What I'd like to know is do you mean that was depressed, or their music sounds depressing? If it's the latter than I agree with jimsumner ^ but I will throw Shostakovich's name in the mix for both a depressing life and depressing music (not all but a large percentage).


----------



## sweetviolin

This is pretty depressing I think


----------



## JD Reyes

Perhaps a better question would be: What piece of music is elicits the most pathos (depressing)? or What composer is best at evoking a sense of poignancy or sadness? The second movement of Tchaikovsky's 4th symphony, in my opinion, is a good example.


----------



## Gordontrek

You'd be hard-pressed to find a more depressing piece than the fourth movement of Tchaikovsky's 6th. Don't listen if you're in a bad mood, it will make it worse. Tchaikovsky wrote a lot of happy music, but on the inside, he was a wreck. His Pathetique has been called his Requiem. 
Also try: third movement of Chopin's second piano sonata, commonly known as "Funeral March." Chopin's music is often emotionally charged since he struggled with health problems throughout his life, so that's another place to look. One of my favorites is his etude No. 8 from his Opus 28 etudes nicknamed "Desperation." It's not entirely a melancholy piece since it's rather fast, but it creates a sense of confusion, and indeed, desperation.


----------



## Orfeo

*Alexander Glazunov
*During his final three decades after 1905, life was anything but easy for this great Russian. He lost his friend and teacher Rimsky-Korsakov in 1908, his friend Stasov in 1906. Taneyev passed on in 1915, and many of his friends and colleagues emigrated during Russia's turbulent years leading up to, during, and after the Revolution. The Russian Silver Age, as Glazunov was so much a part of, was gone, and the age of turbulence, uncertainty, privation became the new reality. This new age was also hostile. He then lost his mother in 1925 and emigrated himself to France, finding various degrees of success promoting his music in the United States and the West. But nostalgia never left him, and although he remained celebrated, his heyday was long over.

*Nikolay Myaskovsky*
A man of the world, Myaskovsky was an avid reader, and even a writer and critic earlier on. But, following tradition, he was destined for the military.

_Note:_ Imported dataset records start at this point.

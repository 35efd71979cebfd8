import { existsSync, mkdirSync, chmodSync } from 'node:fs';
import { createHash } from 'node:crypto';
import { join, resolve } from 'node:path';
import { tmpdir } from 'node:os';
import { createConnection } from 'node:net';
import { log, run } from './run.ts';

/** Whether something already answers on 127.0.0.1:port. */
export function portInUse(port: number): Promise<boolean> {
  return new Promise((resolve) => {
    const socket = createConnection({ host: '127.0.0.1', port });
    socket.once('connect', () => {
      socket.destroy();
      resolve(true);
    });
    socket.once('error', () => resolve(false));
  });
}

/**
 * A private PostgreSQL cluster for this checkout: Debian's server binaries, a data folder under
 * `.data/`, listening on 127.0.0.1 only, on a port of its own, with trust auth (loopback only).
 * `initdb` and `postgres` refuse to run as root, so they run as the `postgres` system user.
 */
const BIN = '/usr/lib/postgresql/15/bin';

export type PostgresCluster = {
  dataDir: string;
  port: number;
  url(database: string): string;
  stop(): Promise<void>;
};

async function ensureServerInstalled(): Promise<void> {
  if (existsSync(join(BIN, 'postgres'))) return;
  log('PostgreSQL 15 server not found: installing Debian package postgresql-15 (needs root)…');
  await run('apt-get', ['update'], { quiet: true });
  await run('apt-get', ['install', '-y', '--no-install-recommends', 'postgresql-15'], {
    quiet: true,
    env: { ...process.env, DEBIAN_FRONTEND: 'noninteractive' },
  });
}

const asPostgres = (command: string, args: string[], quiet = true) =>
  process.getuid?.() === 0 ? run('runuser', ['-u', 'postgres', '--', command, ...args], { quiet }) : run(command, args, { quiet });

/**
 * The data folder: under the project's `.data/` when the postgres user can reach it, else under
 * the system temp folder (a checkout inside a private home folder is not traversable).
 */
async function chooseDataDir(projectDir: string, name: string): Promise<string> {
  const preferred = resolve(projectDir, '.data', name);
  mkdirSync(preferred, { recursive: true });
  if (process.getuid?.() !== 0) return preferred;
  await run('chown', ['postgres:postgres', preferred], { quiet: true });
  chmodSync(preferred, 0o700);
  try {
    await asPostgres('test', ['-w', preferred]);
    return preferred;
  } catch {
    const hash = createHash('sha1').update(preferred).digest('hex').slice(0, 10);
    const fallback = join(tmpdir(), `etchwell-${hash}`, name);
    mkdirSync(fallback, { recursive: true });
    await run('chown', ['-R', 'postgres:postgres', join(tmpdir(), `etchwell-${hash}`)], { quiet: true });
    chmodSync(fallback, 0o700);
    log(`postgres cannot reach ${preferred}; using ${fallback}`);
    return fallback;
  }
}

export async function startPostgres(options: {
  projectDir: string;
  name: string;
  port: number;
  /** Test clusters trade durability for speed. */
  fast?: boolean;
}): Promise<PostgresCluster> {
  await ensureServerInstalled();
  const dataDir = await chooseDataDir(options.projectDir, options.name);
  const pgCtl = join(BIN, 'pg_ctl');
  if (!existsSync(join(dataDir, 'PG_VERSION'))) {
    log(`creating a PostgreSQL cluster in ${dataDir}`);
    await asPostgres(join(BIN, 'initdb'), ['-D', dataDir, '-U', 'postgres', '--auth=trust', '-E', 'UTF8', '--no-locale']);
  }
  // A cluster left running by a killed earlier run is stopped first, so its settings are ours.
  try {
    await asPostgres(pgCtl, ['-D', dataDir, 'status']);
    log('stopping a PostgreSQL left running by an earlier run');
    await asPostgres(pgCtl, ['-D', dataDir, '-m', 'fast', '-w', 'stop']);
  } catch {
    /* not running: the usual case */
  }
  if (await portInUse(options.port)) {
    throw new Error(`port ${options.port} is already in use on 127.0.0.1 (is another checkout's stack running?). Stop it first.`);
  }
  const settings = [`-c listen_addresses=127.0.0.1`, `-p ${options.port}`, `-k ${dataDir}`];
  if (options.fast) settings.push('-c fsync=off', '-c synchronous_commit=off', '-c full_page_writes=off');
  await asPostgres(pgCtl, ['-D', dataDir, '-l', join(dataDir, 'server.log'), '-w', '-t', '30', '-o', settings.join(' '), 'start']);
  log(`PostgreSQL listening on 127.0.0.1:${options.port}`);
  return {
    dataDir,
    port: options.port,
    url: (database) => `postgres://postgres@127.0.0.1:${options.port}/${database}`,
    async stop() {
      await asPostgres(pgCtl, ['-D', dataDir, '-m', 'fast', '-w', '-t', '20', 'stop']);
    },
  };
}
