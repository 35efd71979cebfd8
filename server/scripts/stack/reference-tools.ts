import { copyFileSync, existsSync, mkdirSync, mkdtempSync, readdirSync, rmSync } from 'node:fs';
import { join } from 'node:path';
import { tmpdir } from 'node:os';
import { log, run } from './run.ts';
import { projectDir } from './stack.ts';

/** Debian packages and files the tests and benchmarks compare against, installed when missing. */
let aptUpdated = false;
async function aptInstall(packages: string[]): Promise<void> {
  if (!aptUpdated) await run('apt-get', ['update'], { quiet: true });
  aptUpdated = true;
  await run('apt-get', ['install', '-y', '--no-install-recommends', ...packages], {
    quiet: true,
    env: { ...process.env, DEBIAN_FRONTEND: 'noninteractive' },
  });
}

const pillowInstalled = () =>
  run('/usr/bin/python3', ['-c', 'import PIL'], { quiet: true }).then(
    () => true,
    () => false,
  );

/** What the tests and benchmarks check against: Chromium, Pillow, Poppler, ImageMagick, open-licensed photographs. */
export async function ensureReferenceTools(need: { chromium?: boolean; imagemagick?: boolean } = {}): Promise<void> {
  const missing: string[] = [];
  if (need.chromium && !existsSync('/usr/bin/chromium')) missing.push('chromium');
  if (need.imagemagick && !existsSync('/usr/bin/convert')) missing.push('imagemagick');
  if (!(await pillowInstalled())) missing.push('python3-pil');
  // Poppler's pdftotext and pdftoppm read the job sheets back.
  if (!existsSync('/usr/bin/pdftotext')) missing.push('poppler-utils');
  if (missing.length) {
    log(`installing Debian packages for the tests: ${missing.join(', ')} (a minute or two)…`);
    await aptInstall(missing);
  }
  // The photographs of python3-skimage (NASA public domain and CC0), unpacked without installing
  // the package and its dependencies.
  const photos = join(projectDir, '.data', 'reference-photos');
  const wanted = ['astronaut.png', 'camera.png', 'chelsea.png', 'coffee.png'];
  if (wanted.every((name) => existsSync(join(photos, name)))) return;
  log("fetching reference photographs from Debian's python3-skimage…");
  if (!aptUpdated) await run('apt-get', ['update'], { quiet: true });
  aptUpdated = true;
  const work = mkdtempSync(join(tmpdir(), 'etchwell-skimage-'));
  try {
    await run('apt-get', ['download', 'python3-skimage'], { cwd: work, quiet: true });
    const deb = readdirSync(work).find((f) => f.endsWith('.deb'))!;
    await run('dpkg', ['-x', deb, 'x'], { cwd: work, quiet: true });
    const found = (await run('find', [join(work, 'x'), '-path', '*skimage/data/*.png'], { quiet: true })).split('\n').filter(Boolean);
    mkdirSync(photos, { recursive: true });
    for (const name of wanted) {
      const source = found.find((f) => f.endsWith(`/${name}`));
      if (!source) throw new Error(`python3-skimage has no ${name}`);
      copyFileSync(source, join(photos, name));
    }
  } finally {
    rmSync(work, { recursive: true, force: true });
  }
}
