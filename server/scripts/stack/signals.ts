import { log } from './run.ts';

/**
 * Calls `cleanup` once on SIGINT, SIGTERM or SIGHUP, then exits. A second signal while the
 * cleanup runs is ignored: stopping the database half-way would leave it to recover next time.
 */
export function onShutdown(cleanup: () => Promise<void>): void {
  let stopping = false;
  const handler = (signal: NodeJS.Signals) => {
    if (stopping) return;
    stopping = true;
    log(`${signal}: stopping everything this run started…`);
    cleanup()
      .catch((error) => log(`cleanup failed: ${(error as Error).message}`))
      .finally(() => process.exit(signal === 'SIGINT' ? 130 : 143));
  };
  for (const signal of ['SIGINT', 'SIGTERM', 'SIGHUP'] as const) process.on(signal, handler);
}
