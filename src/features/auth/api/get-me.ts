import { queryOptions, useQuery } from '@tanstack/react-query';
import { meSchema } from '#shared/schemas/accounts.ts';
import { apiFetch } from '#src/lib/api-client.ts';

export const getMe = (signal?: AbortSignal) => apiFetch('/api/me', { schema: meSchema, signal });

export const meQueries = {
  all: ['me'] as const,
  current: () => queryOptions({ queryKey: [...meQueries.all, 'current'], queryFn: ({ signal }) => getMe(signal), staleTime: 60_000 }),
};

/** The signed-in person and their studios; `user` is null when signed out. */
export const useMe = () => useQuery(meQueries.current());
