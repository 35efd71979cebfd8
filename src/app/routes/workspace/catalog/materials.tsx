import { useMemo, useState } from 'react';
import { can } from '#shared/permissions.ts';
import { LASER_KIND_LABELS, type MaterialView } from '#shared/schemas/catalog.ts';
import { WithWorkspace } from '#src/app/layouts/workspace-layout.tsx';
import { Button } from '#src/components/ui/button.tsx';
import { DataTable, tableColumns, type DataColumn } from '#src/components/ui/data-table.tsx';
import { Dialog } from '#src/components/ui/dialog.tsx';
import { useDeleteMaterial, useMaterials } from '#src/features/catalog/api/catalog.ts';
import { RowActions, useConfirmedDelete } from '#src/features/catalog/components/row-actions.tsx';
import { CatalogFrame, QueryState } from '#src/features/catalog/components/catalog-frame.tsx';
import { MaterialDialog } from '#src/features/catalog/components/material-dialog.tsx';
import { Swatch } from '#src/features/catalog/components/swatch.tsx';
import { FAMILY_LABELS, familyOptions } from '#src/features/catalog/labels.ts';

export function MaterialsPage() {
  return <WithWorkspace>{({ studio, role }) => <Materials slug={studio.slug} canEdit={can(role, 'catalog:write')} />}</WithWorkspace>;
}

const col = tableColumns<MaterialView>();

function Materials({ slug, canEdit }: { slug: string; canEdit: boolean }) {
  const materials = useMaterials(slug);
  const remove = useDeleteMaterial(slug);
  const [editing, setEditing] = useState<MaterialView | 'new'>();
  const deletion = useConfirmedDelete(
    (material: MaterialView) => remove.mutateAsync(material.id),
    (material) => `${material.name} deleted.`,
  );
  const askDeletion = deletion.ask;

  const columns = useMemo<DataColumn<MaterialView>[]>(
    () => [
      col.accessor('name', {
        header: 'Material',
        cell: ({ row }) => (
          <span className="flex items-center gap-3 font-semibold">
            <Swatch surface={row.original.surfaceColour} mark={row.original.markColour} />
            {row.original.name}
          </span>
        ),
      }),
      col.accessor('family', { header: 'Family', filterFn: 'equalsString', cell: ({ row }) => FAMILY_LABELS[row.original.family] }),
      col.accessor('defaultTone', { header: 'Tone', cell: ({ getValue }) => (getValue() === 'negative' ? 'Negative' : 'Positive') }),
      col.accessor((m) => m.linesPerInchMin, {
        id: 'density',
        header: 'Lines per inch',
        cell: ({ row }) => `${row.original.linesPerInchMin}–${row.original.linesPerInchMax}`,
      }),
      col.accessor((m) => (m.forbiddenOn.length ? `Never on ${m.forbiddenOn.map((k) => LASER_KIND_LABELS[k]).join(', ')}` : ''), {
        id: 'limits',
        header: 'Laser limits',
        cell: ({ getValue, row }) =>
          getValue() ? (
            <span className="font-semibold text-rust-600" title={row.original.forbiddenReason}>
              {getValue()}
            </span>
          ) : (
            <span className="text-graphite-400">—</span>
          ),
      }),
      col.accessor('blankCount', { header: 'Blanks', cell: ({ getValue }) => getValue() || <span className="text-graphite-400">0</span> }),
      ...(canEdit
        ? [
            col.display({
              id: 'actions',
              header: () => <span className="sr-only">Actions</span>,
              cell: ({ row }) => (
                <RowActions
                  name={row.original.name}
                  onEdit={() => setEditing(row.original)}
                  onDelete={() => askDeletion(row.original)}
                  deleteDisabled={row.original.blankCount > 0}
                  deleteTitle={row.original.blankCount > 0 ? 'Blanks use this material' : undefined}
                />
              ),
            }),
          ]
        : []),
    ],
    [canEdit, askDeletion],
  );

  return (
    <CatalogFrame slug={slug} title="Materials" canEdit={canEdit} actions={<Button onClick={() => setEditing('new')}>New material</Button>}>
      <p className="max-w-3xl text-graphite-600">
        What your blanks are made of: how each looks (for the buyer’s mock-up), whether photos burn on it as a negative, the line densities
        that suit it, and lasers it must never go on.
      </p>
      <QueryState isPending={materials.isPending} error={materials.error} />
      {materials.data && (
        <DataTable
          caption="Materials"
          data={materials.data.materials}
          columns={columns}
          getRowId={(m) => m.id}
          searchLabel="Search materials"
          filters={[{ columnId: 'family', label: 'Family', options: familyOptions }]}
          initialSorting={[{ id: 'name', desc: false }]}
          empty="No materials yet."
        />
      )}
      {editing && <MaterialDialog slug={slug} material={editing === 'new' ? undefined : editing} onClose={() => setEditing(undefined)} />}
      <Dialog
        open={Boolean(deletion.pending)}
        title={`Delete ${deletion.pending?.name ?? ''}?`}
        onClose={deletion.cancel}
        confirm={{ label: 'Delete material', danger: true, onConfirm: () => void deletion.confirm() }}
      >
        Its recipes are deleted with it. Orders already placed keep their own copy of what they need.
      </Dialog>
    </CatalogFrame>
  );
}
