import { fork, type ChildProcess } from 'node:child_process';
import { resolve } from 'node:path';
import { setTimeout as sleep } from 'node:timers/promises';
import { projectDir } from './stack.ts';

export type AppProcess = { port: number; child: ChildProcess; stop(): Promise<void> };

/**
 * Starts server/index.ts in its own process (in watch mode for `npm run dev`) on `env.PORT` and
 * resolves once it answers HTTP. Readiness is asked over HTTP because the watch wrapper runs the
 * server one process further down, out of reach of IPC.
 */
export async function startAppProcess(env: Record<string, string> & { PORT: string }, { watch = false } = {}): Promise<AppProcess> {
  const entry = resolve(projectDir, 'server/index.ts');
  const options = { env: { ...process.env, ...env }, cwd: projectDir, detached: true };
  const child = watch
    ? fork(resolve(projectDir, 'node_modules/tsx/dist/cli.mjs'), ['watch', '--clear-screen=false', entry], options)
    : fork(entry, [], { ...options, execArgv: ['--import', 'tsx'] });
  const stop = () =>
    new Promise<void>((done) => {
      if (child.exitCode !== null || child.signalCode !== null) return done();
      child.once('exit', () => done());
      child.kill('SIGTERM');
      setTimeout(() => child.kill('SIGKILL'), 5000).unref();
    });

  const port = Number(env.PORT);
  for (let attempt = 0; attempt < 300; attempt++) {
    if (child.exitCode !== null) throw new Error(`the app process exited with code ${child.exitCode} before it listened`);
    const answered = await fetch(`http://127.0.0.1:${port}/api/health`).then(
      () => true,
      () => false,
    );
    if (answered) return { port, child, stop };
    await sleep(100);
  }
  await stop();
  throw new Error(`the app did not answer on port ${port} within 30 s`);
}
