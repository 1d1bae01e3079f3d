//! The fresh medium: thermodynamic constants made apparent with activity
//! coefficients, the ionic strength, the calcium ion pairs, and the fixed
//! point that runs the shared solver of [`crate::solve`] at them; the
//! Langelier index and the calcium carbonate precipitation potential.
//!
//! The constants are apparent constants on the NBS scale, where the working
//! h is the activity of H+:
//!
//! ```text
//! K1' = K1/γ1          K2' = K2 γ1/γ2        KW' = Kw/γ1
//! KB', KSi', KH2S' = K/γ1                    KNH4' = Ka γ1
//! KP1' = KP1/γ1   KP2' = KP2 γ1/γ2   KP3' = KP3 γ2/γ3
//! Ksp' = Ksp/(γCa γ2)                        [H+] = aH/γH
//! [CaHCO3+] = K γCa [Ca][HCO3-]              [CaCO3⁰] = K γCa γ2 [Ca][CO3--]
//! ```
//! with γ1, γ2, γ3 the coefficients of ions of charge 1, 2, 3 and neutral
//! species at γ = 1.
//!
//! # One solver for both media
//! The apparent constants depend on the ionic strength I and the free
//! calcium Ca, which depend on the speciation. A solve is therefore a fixed
//! point around the shared solver:
//!
//! ```text
//! (I, Ca) → apparent constants → shared pair algebra and root → (h, DIC)
//!         → Ca from the exact pair balance at that h and DIC,
//!           I from the ions (unless it comes from conductance, TDS or salinity)
//! ```
//! repeated until I and Ca change by less than 1e-12 relative. The root
//! policy is the shared one; where a pair has two roots, each is settled at
//! its own ionic strength and calcium, so the root nearer pH 8 and the
//! other root's warning hold for the converged waters.

use crate::activity::{ActivityModel, Gammas};
use crate::conditions::Conditions;
use crate::conductivity::{langelier1936_ionic_strength, russell1976_ionic_strength};
use crate::constants::fresh as pb;
use crate::constants::{nutrients, sulfate, sulfide, Constants, FitName, FitsUsed, Totals};
use crate::density::density_kg_m3;
use crate::error::{Error, Result};
use crate::measured::{Measured, Parameter};
use crate::scales::PhScale;
use crate::solve::{solve, RootChoice, Solution, SolveOptions};
use crate::state::{FreshExtras, State};
use crate::units::CACO3_G_MOL;
use crate::warning::{Warning, Warnings};
use crate::water::Water;
use serde::Serialize;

The first blow hit him when his mother passed in 1892. His aunt raised him as his surrogate mother. Although he studied music, first with Gliere, and then at the St. Petersburg Conservatory, he never abandoned military service. During the war, he was shell-shocked. But he suffered additional blows during the turbulence of the 1910s. He father, a general, was killed, his aunt passed away (Myaskovsky found her dead in a cold, dark room), his brother-in-law committed suicide. He managed to land a career as Professor at the Moscow Conservatory of Music, earning him "The Musical Conscience of Moscow", but the political climate, at first uncertain and precarious during the 1920s, became even more so during the era of Stalinism of the 1930s. Going through the dangerous years of the 1930s, the Great Patriotic War, he, with leading composers (incl. Popov, who would be rather destroyed by this), was branded a formalist during the Zhdanov Decree of 1948. He was terminally ill at that time. 
_See_ Gregor Tassie's "Nikolay Myaskovsky: the conscience of Russian music" which is an excellent, well absorbing read.

*Anton Bruckner*
The guy who struggled mightily to achieve success and recognition, only to be met with rejection after rejection, hostility after hostility. To write symphonies, only to be rejected, criticized, and told (or advised) to re-write had to be taxing beyond belief. Plus, Hanslick was a merciless son of a gun, as was imperial Vienna. The disastrous premiere of his Third Symphony was an enormous blow, and Levi's rejection of the Eighth perhaps more so (right after achieving his first real fame of the Seventh Symphony). His love of and faith in God saved Bruckner, no question in my mind.

*Allan Pettersson*
A childhood marred by abuse, dysfunctionality, and then illnesses that crippled much of his physical and spiritual well being during his adulthood.

*Roger Sacheverell Coke*
A very obscured British composer, but with immense talent (as made obvious by his 24 Preludes and Fifteen Variations recently released by Somm). He battled mental health problems and depression since childhood, exacerbated by the failure of his opera, The Cenci, which critics attacked so unrelentingly. This failure led to him, already a habitual smoker, to smoke up to 100 cigarettes a day to combat his schizophrenia.


----------



## atsizat

Gordontrek said:


> You'd be hard-pressed to find a more depressing piece than the fourth movement of Tchaikovsky's 6th. Don't listen if you're in a bad mood, it will make it worse. Tchaikovsky wrote a lot of happy music, but on the inside, he was a wreck. His Pathetique has been called his Requiem.
> Also try: third movement of Chopin's second piano sonata, commonly known as "Funeral March." Chopin's music is often emotionally charged since he struggled with health problems throughout his life, so that's another place to look. One of my favorites is his etude No. 8 from his Opus 28 etudes nicknamed "Desperation." It's not entirely a melancholy piece since it's rather fast, but it creates a sense of confusion, and indeed, desperation.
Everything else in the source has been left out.